Oeceoclades beravensis

Scientific classification
- Kingdom: Plantae
- Clade: Tracheophytes
- Clade: Angiosperms
- Clade: Monocots
- Order: Asparagales
- Family: Orchidaceae
- Subfamily: Epidendroideae
- Genus: Oeceoclades
- Species: O. beravensis
- Binomial name: Oeceoclades beravensis (Rchb.f.) R.Bone & Buerki
- Synonyms: Eulophia beravensis Rchb.f.; Graphorkis beravensis (Rchb.f.) Kuntze; Lissochilus beravensis (Rchb.f.) H.Perrier;

= Oeceoclades beravensis =

- Genus: Oeceoclades
- Species: beravensis
- Authority: (Rchb.f.) R.Bone & Buerki
- Synonyms: Eulophia beravensis Rchb.f., Graphorkis beravensis (Rchb.f.) Kuntze, Lissochilus beravensis (Rchb.f.) H.Perrier

Species of orchid

Oeceoclades beravensis is a terrestrial orchid species in the genus Oeceoclades that is endemic to the southern and western Madagascar where it grows in the sandy soils of western dry forests and wooded grasslands. This species has cane-like stems and forms dense clumps in the understorey, a feature that makes it unique among the Eulophiinae species found in Madagascar. Like other orchid species in Eulophia and Oeceoclades that are adapted to arid climates, O. beravensis has narrow and coriaceous (leathery and stiff, but flexible) leaves with minute serrations.

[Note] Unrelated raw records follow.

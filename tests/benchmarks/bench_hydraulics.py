"""Every hydraulics formula on a million values, as a multiple of numpy.exp on the same number of values in one run."""

from __future__ import annotations

import inspect
import sys
import time
import warnings
from collections.abc import Callable
from pathlib import Path
from typing import Any

import numpy as np

sys.path.insert(0, str(Path(__file__).resolve().parents[1] / "hydraulics"))

import sampling

COUNT = 1_000_000
AIM = 40.0
SEARCH = "implicit law: its root is found in a table, one search for each value"
DISPERSION = "solves the dispersion relation by Newton steps, several tanh for each value"
STATES = "seven soft edges; all six states are calculated, also to give one"
REASONS = {
    "waves.wavelength": DISPERSION,
    "waves.orbital_diameter": DISPERSION,
    "waves.breaking_height": DISPERSION,
    "waves.diem_chain": "two thresholds with four powers and a root",
    "waves.longest_period": "two thresholds with four powers and a root",
    "waves.wiberg_harris": "two heights, each a quadratic in logarithms",
    "wind.iversen_white": SEARCH,
    "settling.sphere_drag": SEARCH,
    "bedforms.p_": STATES,
    "bedforms.soft_criterion": STATES,
    "bedforms.transport_stage": "skin stress, D* and a threshold in five pieces",
    "resistance.van_rijn_manning_n": "a chain of transport stage, dune height, roughness and n",
    "threshold.hjulstrom_slope_ratio": "two erosion and two deposition lines, each with powers",
    "threshold.hjulstrom_erosion_slope_sign": "two erosion lines with two powers each",
    "turbidity.autosuspension_size": "solves for a size by iteration",
    "suspension.transport_mode": "a threshold, a settling velocity and words for each value",
    "bedforms.van_rijn_classes": "words for each value",
    "threshold.largest_clast_velocity": "four power laws, three results for each value",
    "settling.dietrich": "a logarithm, a tanh, two powers and an exponential",
    "settling.band": "four settling laws, three results for each value",
}
"""Why a formula may cost more than the aim, by the beginning of its id."""


def best_of(task: Callable[[], Any], repeats: int = 3) -> float:
    """Shortest of a few runs in processor time, s; other work on the machine does not count."""
    times = []
    for _ in range(repeats):
        begin = time.process_time()
        task()
        times.append(time.process_time() - begin)
    return min(times)


def arrays(record: Any) -> dict[str, Any]:
    """Sample arguments with every argument that must be given as a million values near the sample."""
    rng = np.random.default_rng(1)
    result: dict[str, Any] = {}
    parameters = inspect.signature(record.function).parameters
    for name, value in sampling.numeric_arguments(record).items():
        must = parameters[name].default is inspect.Parameter.empty
        result[name] = value * rng.uniform(0.8, 1.25, COUNT) if must and not isinstance(value, str) else value
    return result


def main() -> int:
    """Time all of them; exit 1 where one is above the aim without a stated reason."""
    array = np.random.default_rng(0).uniform(-1, 1, COUNT)
    base = best_of(lambda: np.exp(array), 7)
    print(f"numpy.exp on {COUNT} values: {1e3 * base:.1f} ms")
    rows, unexplained = [], []
    for record in sampling.hydraulic_records():
        arguments = sampling.numeric_arguments(record)
        if arguments is None or record.id == "depth.depth_over_set_thickness":
            continue
        given = arrays(record)
        if not any(isinstance(v, np.ndarray) for v in given.values()):
            continue
        with warnings.catch_warnings():
            warnings.simplefilter("ignore")
            rows.append((best_of(lambda r=record, g=given: r.function(**g)) / base, record.id))
    for ratio, id in sorted(rows, reverse=True):
        reason = next((text for start, text in REASONS.items() if id.startswith(start)), "")
        if ratio > AIM and not reason:
            unexplained.append(id)
        print(f"{ratio:7.1f} x exp  {id}" + (f"  ({reason})" if ratio > AIM else ""))
    print(f"{len(rows)} formulas; {sum(r > AIM for r, _ in rows)} above {AIM:g} x, "
          f"without a stated reason: {', '.join(unexplained) or 'none'}")  # fmt: skip
    return 1 if unexplained else 0


if __name__ == "__main__":
    raise SystemExit(main())
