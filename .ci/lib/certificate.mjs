import { readFileSync } from 'node:fs';
import { createSecureContext } from 'node:tls';
import { Refusal, codeOf } from './say.mjs';

/**
 * @param {string} what
 * @param {string} file
 */
function read(what, file) {
  try {
    return readFileSync(file);
  } catch (error) {
    throw new Refusal(`The ${what} ${file} cannot be read (${codeOf(error)}).`);
  }
}

/**
 * A certificate and its key, read and tried together.
 * @param {string | undefined} certFile PEM
 * @param {string | undefined} keyFile PEM
 * @returns {{ cert: Buffer, key: Buffer } | null} null where neither is named
 */
export function readCertificate(certFile, keyFile) {
  if (certFile === undefined && keyFile === undefined) return null;
  if (certFile === undefined || keyFile === undefined) {
    throw new Refusal('--cert and --key go together: name both files, or neither.', 2);
  }
  const pair = { cert: read('certificate', certFile), key: read('key', keyFile) };
  try {
    createSecureContext(pair);
  } catch (error) {
    const why = error instanceof Error ? error.message : String(error);
    throw new Refusal(`${certFile} and ${keyFile} are not a certificate and its key in PEM form (${why}).`);
  }
  return pair;
}
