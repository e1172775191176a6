/** A sentence for the person at the keyboard, who can act on it. `exitCode` 2 means: asked wrongly; 1: it did not work. */
export class Refusal extends Error {
  /**
   * @param {string} sentence
   * @param {1 | 2} [exitCode]
   */
  constructor(sentence, exitCode = 1) {
    super(sentence);
    this.exitCode = exitCode;
  }
}

/** @param {string} sentence */
export function say(sentence) {
  process.stdout.write(`${sentence}\n`);
}

/**
 * Runs a command's work. What it returns is the exit code; a refusal is told in its own sentence, without a stack.
 * @param {() => Promise<number | void>} work
 */
export async function main(work) {
  try {
    process.exitCode = (await work()) ?? 0;
  } catch (error) {
    const told = error instanceof Refusal;
    process.stderr.write(`${told ? error.message : error instanceof Error ? error.stack : String(error)}\n`);
    process.exitCode = told ? error.exitCode : 1;
  }
}

/**
 * The system's word for what went wrong with a file or a port, such as ENOENT.
 * @param {unknown} error
 */
export function codeOf(error) {
  return error instanceof Error && 'code' in error ? String(error.code) : '';
}
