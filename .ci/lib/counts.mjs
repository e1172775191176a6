import { existsSync, readFileSync } from 'node:fs';

/**
 * @typedef {{ passed: number, failed: number, skipped: number }} Counts
 */

/** @param {string} file */
function readReport(file) {
  return existsSync(file) ? JSON.parse(readFileSync(file, 'utf8')) : null;
}

/**
 * A run that ended badly has at least one failure, and a run without a test has tested nothing.
 * @param {Counts} counts
 * @param {number} code
 * @returns {Counts}
 */
export function honest(counts, code) {
  const nothing = counts.passed + counts.failed === 0;
  return counts.failed === 0 && (code !== 0 || nothing) ? { ...counts, failed: 1 } : counts;
}

/**
 * A file that did not even load holds no test in the report: it counts as one failure.
 * @param {{ numPassedTests: number, numFailedTests: number, numPendingTests: number, numTodoTests: number,
 *   testResults: { status: string, assertionResults: { status: string }[] }[] } | null} report
 * @param {number} code
 */
export function countVitest(report, code) {
  if (report === null) return honest({ passed: 0, failed: 0, skipped: 0 }, 1);
  const unloaded = report.testResults.filter(
    ({ status, assertionResults }) => status === 'failed' && !assertionResults.some((each) => each.status === 'failed'),
  );
  const counts = {
    passed: report.numPassedTests,
    failed: report.numFailedTests + unloaded.length,
    skipped: report.numPendingTests + report.numTodoTests,
  };
  return honest(counts, code);
}

/**
 * @param {{ stats: { expected: number, unexpected: number, flaky: number, skipped: number } } | null} report
 * @param {number} code
 */
export function countPlaywright(report, code) {
  if (report === null) return honest({ passed: 0, failed: 0, skipped: 0 }, 1);
  const { expected, unexpected, flaky, skipped } = report.stats;
  return honest({ passed: expected, failed: unexpected + flaky, skipped }, code);
}

/** @param {string} file @param {number} code */
export const readVitest = (file, code) => countVitest(readReport(file), code);
/** @param {string} file @param {number} code */
export const readPlaywright = (file, code) => countPlaywright(readReport(file), code);
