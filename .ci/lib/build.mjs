import { createHash } from 'node:crypto';
import * as fs from 'node:fs';
import { join } from 'node:path';
import { runInstalled } from './command.mjs';
import { buildFolder, cache, root } from './paths.mjs';
import { Refusal, say } from './say.mjs';

/** Everything that a build is made of. A file that is missing here would let an old build pass for a new one. */
const sources = [
  'src',
  'static',
  'recipes',
  'package.json',
  'package-lock.json',
  'svelte.config.js',
  'tsconfig.json',
  'vite.config.ts',
  '.ci/lib/build.mjs',
];
/** The name of the file inside a build that says what it was built from. */
const stampName = '.lintfree-build';

/**
 * Paths of all files under a path, sorted, so that two machines reckon the same hash.
 * @param {string} from
 * @param {string} path relative to `from`
 * @returns {string[]}
 */
function filesUnder(from, path) {
  if (!fs.existsSync(join(from, path))) return [];
  if (!fs.statSync(join(from, path)).isDirectory()) return [path];
  return fs
    .readdirSync(join(from, path))
    .sort()
    .flatMap((name) => filesUnder(from, `${path}/${name}`));
}

/**
 * The version of what stands in the checkout: 16 hex digits of the hash of every source, names included.
 * @param {string} [base] path under which the app will stand
 * @param {string} [checkout]
 */
export function versionOfSources(base = '', checkout = root) {
  const hash = createHash('sha256').update(`base ${base}\n`);
  for (const path of sources.flatMap((each) => filesUnder(checkout, each))) {
    const content = fs.readFileSync(join(checkout, path));
    hash.update(`${path} ${content.length}\n`).update(content);
  }
  return hash.digest('hex').slice(0, 16);
}

/**
 * Builds the app into a folder of the caller's choice, under a version of the caller's choice.
 * @param {{ folder: string, version: string, base?: string }} what
 */
export async function buildInto({ folder, version, base = '' }) {
  fs.mkdirSync(cache, { recursive: true });
  const workshop = fs.mkdtempSync(join(cache, 'kit-'));
  try {
    const sync = await runInstalled(['@sveltejs/kit', 'svelte-kit'], ['sync'], { limitS: 120 });
    if (sync.code !== 0) throw new Refusal(`${sync.output.trim()}\nThe build failed.`);
    const { code, output } = await runInstalled(['vite'], ['build', '--logLevel', 'warn'], {
      limitS: 300,
      env: {
        NODE_ENV: 'production',
        VITEST: '',
        LINTFREE_VERSION: version,
        LINTFREE_BASE: base,
        LINTFREE_OUT: folder,
        LINTFREE_KIT: workshop,
      },
    });
    if (code !== 0) throw new Refusal(`${output.trim()}\nThe build failed.`);
    if (!fs.existsSync(join(folder, 'index.html')))
      throw new Refusal(`${output.trim()}\nThe build made no index.html.`);
    fs.writeFileSync(join(folder, stampName), version);
    return output;
  } finally {
    fs.rmSync(workshop, { recursive: true, force: true });
  }
}

/** @param {string} version */
function stands(version) {
  const stamp = join(buildFolder, stampName);
  return (
    fs.existsSync(stamp) && fs.readFileSync(stamp, 'utf8') === version && fs.existsSync(join(buildFolder, 'index.html'))
  );
}

/**
 * Puts a finished build in the place of the old one: two renames, so that no half-written build is ever served.
 * @param {string} fresh
 */
function swap(fresh) {
  const old = `${fresh}-old`;
  const had = fs.existsSync(buildFolder);
  if (had) fs.renameSync(buildFolder, old);
  try {
    fs.renameSync(fresh, buildFolder);
  } catch (error) {
    if (had) fs.renameSync(old, buildFolder);
    throw error;
  }
  fs.rmSync(old, { recursive: true, force: true });
}

/** What a build that was killed left behind. An hour is longer than any build takes. */
function sweep() {
  if (!fs.existsSync(cache)) return;
  for (const name of fs.readdirSync(cache).filter((each) => /^(kit|build)-/.test(each))) {
    const path = join(cache, name);
    if (Date.now() - fs.statSync(path).mtimeMs > 3_600_000) fs.rmSync(path, { recursive: true, force: true });
  }
}

/**
 * Builds if what stands in the checkout is not what was built. A build that fails leaves the old one as it was.
 * @param {{ base?: string, quiet?: boolean }} [how]
 * @returns {Promise<{ version: string, built: boolean }>}
 */
export async function ensureBuilt({ base = '', quiet = false } = {}) {
  const version = versionOfSources(base);
  if (stands(version)) return { version, built: false };
  if (!quiet) say('Building.');
  sweep();
  fs.mkdirSync(cache, { recursive: true });
  const fresh = fs.mkdtempSync(join(cache, 'build-'));
  try {
    await buildInto({ folder: fresh, version, base });
    swap(fresh);
  } finally {
    fs.rmSync(fresh, { recursive: true, force: true });
  }
  return { version, built: true };
}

Because of habitat loss and existing threats to the dry forests and grasslands of Madagascar, O. beravensis was preliminarily assessed as "Near Threatened" using the International Union for Conservation of Nature guidelines.

It was first described by the German botanist Heinrich Gustav Reichenbach in 1881 as Eulophia beravensis and later moved to the genus Lissochilus by the French botanist Joseph Marie Henry Alfred Perrier de la Bâthie in 1941. It was overlooked by Leslie Andrew Garay and Peter Taylor when they reinstated the genus Oeceoclades in 1976 and finally transferred to that genus in 2014 by Ruth Bone and Sven Buerki.